Dynamic stretching prepares the body for vigorous exercise by getting the blood pumping and the heart rate moving upwards. Blood feeds the muscles and makes them ready and alert for movement. Below is a simple guide to dynamic stretching and a good warm-up for any workout.
Flex, extend and rotate the following joints
Do these in a standing position with your arms hanging loosely at your sides. one at a time and on each side:
Do these in a standing position with your arms hanging loosely at your sides. one at a time and on each side:
- Fingers
- Wrists
- Elbows
- Shoulders
- Neck
- Trunk and shoulder blades
- Hips
- Knees
- Ankles
- Feet and toes
Neck
Lift your chin as high as it will go and then lower - repeat, slowly, 5 times.

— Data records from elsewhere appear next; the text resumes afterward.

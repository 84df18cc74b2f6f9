"""``tuneopt simulate SCENARIO``: ride one setup over the course, write metrics and traces."""

from __future__ import annotations

import argparse
import json
from pathlib import Path
from typing import Any

TRACE_RATE = 200.0  # samples per second kept in the trace files [Hz]


def register(sub: Any) -> None:
    p = sub.add_parser(
        "simulate",
        help="simulate one setup over the scenario's course; writes metrics and traces",
    )
    p.add_argument("scenario", help="scenario file (.toml or .json)")
    p.add_argument("--setup", type=Path, help="file with a [setup] table (default: the scenario's)")
    p.add_argument("--seed", type=int, help="course seed (default: the course's)")
    p.add_argument("--out", type=Path, required=True, help="output folder")
    p.set_defaults(func=run)


def run(args: argparse.Namespace) -> int:
    import numpy as np
    import pandas as pd

    from tuneopt.cli.optimise import _baseline
    from tuneopt.model import InputError, load_scenario
    from tuneopt.optimise.result import CAUTIONS, json_safe
    from tuneopt.sim import simulate_halfcar
    from tuneopt.sim.build import halfcar_params
    from tuneopt.sim.ride import prepare_scenario_course

    scenario = load_scenario(args.scenario)
    if scenario.course is None:
        raise InputError.single("course", "missing: nothing to ride")
    setup = _baseline(args.setup, scenario) if args.setup else scenario.setup
    seed = args.seed if args.seed is not None else scenario.course.seed
    prepared = prepare_scenario_course(scenario, seed)
    params = halfcar_params(scenario, [setup])
    args.out.mkdir(parents=True, exist_ok=True)
    rows = []
    for i, (road, terrain) in enumerate(zip(prepared.roads, prepared.terrains, strict=True)):
        every = max(1, int(round(1.0 / (TRACE_RATE * road.dt))))
        result = simulate_halfcar(params, road, trace_every=every)
        row: dict[str, Any] = {
            "segment": i + 1,
            "terrain": terrain,
            "duration_s": road.duration,
            "weight": float(prepared.weights[i]),
        }
        for end in ("front", "rear"):
            metrics = getattr(result, end)
            for name in metrics.__dataclass_fields__:
                row[f"{end}_{name}"] = float(getattr(metrics, name)[0])
        row["pitch_rate_rms"] = float(result.pitch.pitch_rate_rms[0])
        row["peak_dive_travel"] = float(result.pitch.peak_dive_travel[0])
        row["rider_vibration_rms"] = float(result.rider_vibration.rms[0])
        row["rider_vibration_vdv"] = float(result.rider_vibration.vdv[0])
        row["failed"] = bool(result.failed[0])
        row["failure"] = str(result.failure[0])
        rows.append(row)
        tr = result.traces
        assert tr is not None
        frame = {"time_s": tr.time}
        for name in tr.__dataclass_fields__:
            if name != "time":
                frame[name] = np.asarray(getattr(tr, name))[0]
        path = args.out / f"traces_{i + 1:02d}_{terrain}.csv"
        pd.DataFrame(frame).to_csv(path, index=False)
        print(f"wrote {path}")
    table = pd.DataFrame(rows)
    table.to_csv(args.out / "metrics.csv", index=False)
    summary = {
        "scenario": scenario.name,
        "seed": seed,
        "setup": setup.model_dump(mode="json"),
        "segments": [json_safe(r) for r in rows],
        "cautions": list(CAUTIONS),
        "units": "SI: N, m, s, rad; load variation is std/mean; shares are fractions of time",
    }
    (args.out / "metrics.json").write_text(json.dumps(summary, indent=2, allow_nan=False))
    print(f"wrote {args.out / 'metrics.csv'} and {args.out / 'metrics.json'}")
    shown = table[
        [
            "segment",
            "terrain",
            "front_load_variation",
            "rear_load_variation",
            "front_unloaded_share",
            "front_bottom_outs_per_min",
            "rider_vibration_rms",
        ]
    ]
    print(shown.to_string(index=False, float_format=lambda v: f"{v:.3f}"))
    return 1 if table["failed"].any() else 0
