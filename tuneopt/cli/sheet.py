"""``tuneopt sheet``: the setup sheet of a finished study, one page per recommendation."""

from __future__ import annotations

import argparse
from pathlib import Path
from typing import Any


def register(sub: Any) -> None:
    p = sub.add_parser(
        "sheet",
        help="print the setup sheet of a finished study and write sheet.html",
        description="STUDY_DIR: print one setup sheet per ranked setup (or --rank N only): "
        "rider, bike, course, the settings to dial, the sag to check with a tape and the "
        "cautions; write them as sheet.html into --out (default STUDY_DIR).",
    )
    p.add_argument("study_dir", type=Path, help="output folder of tuneopt optimise")
    p.add_argument("--rank", type=int, action="append", help="ranked setup (repeatable)")
    p.add_argument("--out", type=Path, help="folder to write into (default: STUDY_DIR)")
    p.set_defaults(func=run)


def run(args: argparse.Namespace) -> int:
    from tuneopt.model import InputError
    from tuneopt.report import (
        build_setup_sheets,
        read_study,
        setup_sheet_lines,
        write_setup_sheets,
    )

    out = args.out or args.study_dir
    if out.exists() and not out.is_dir():
        raise InputError.single("--out", f"{out} is a file, not a folder")
    _, scenario, result, units = read_study(args.study_dir)
    sheets = build_setup_sheets(scenario, result, args.rank, units)
    print("\n".join(setup_sheet_lines(sheets)))
    try:
        path = write_setup_sheets(out, sheets)
    except OSError as exc:  # a folder without write permission, a full disk
        raise InputError.single("--out", f"cannot write into {out}: {exc.strerror}") from None
    print(f"\nsheet: {path}")
    return 0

Lateral flexion: lower your right ear to your right shoulder, repeat the same on the left - repeat 5 times
Rotation: turn your head and look to the right, then to the left - repeat 5 times
Shoulder Circles
Stand tall with feet slightly wider than hip width apart, knees slightly bent: gently rotate your shoulders by raising them, moving them to the back and then down - repeat 5 times in each direction
Arm Swings
Stand tall with feet slightly wider than hip width apart, knees slightly bent, back straight: swing the arms up to an overhead position and then down and to the back - repeat 5 times.
Swing both arms out to the sides then cross them in front of your body - repeat 5 times.
Side Bends
Stand tall with feet slightly wider than hip width apart: lift your self up in the centre and gently bend to the right then return to centre. Do the same on the left - repeat 5 times each side.
Hip Circles
Stand tall with feet slightly wider than hip width apart, knees slightly bent, hands on hips: move your hips in a circle to the right - repeat 5 times. Do the same on the left.
Stand tall with feet slightly wider than hip width apart, knees slightly bent: put your arms out to the side and twist to the right gently leaning into your right leg, do the same on the left - repeat 5 times each side.
Leg Swings
Standing tall with your right side near a wall (hold on lightly to the wall for support): swing your right leg forwards and back - repeat 5 times. Turn around and do the same on the left.
Lunges
Stand tall, both feet together: keeping the back straight, lunge forward with the right leg about 1 metre. The right thigh should be parallel to the floor, knee pointing over the big toe. Spring back to the starting position. Repeat on the other leg. do five times on each leg.
Ankle Bounce
Leaning forward with your hands on the wall and your weight on the ball of your foot, raise and lower your heels rapidly (bounce). Repeat 5-10 times.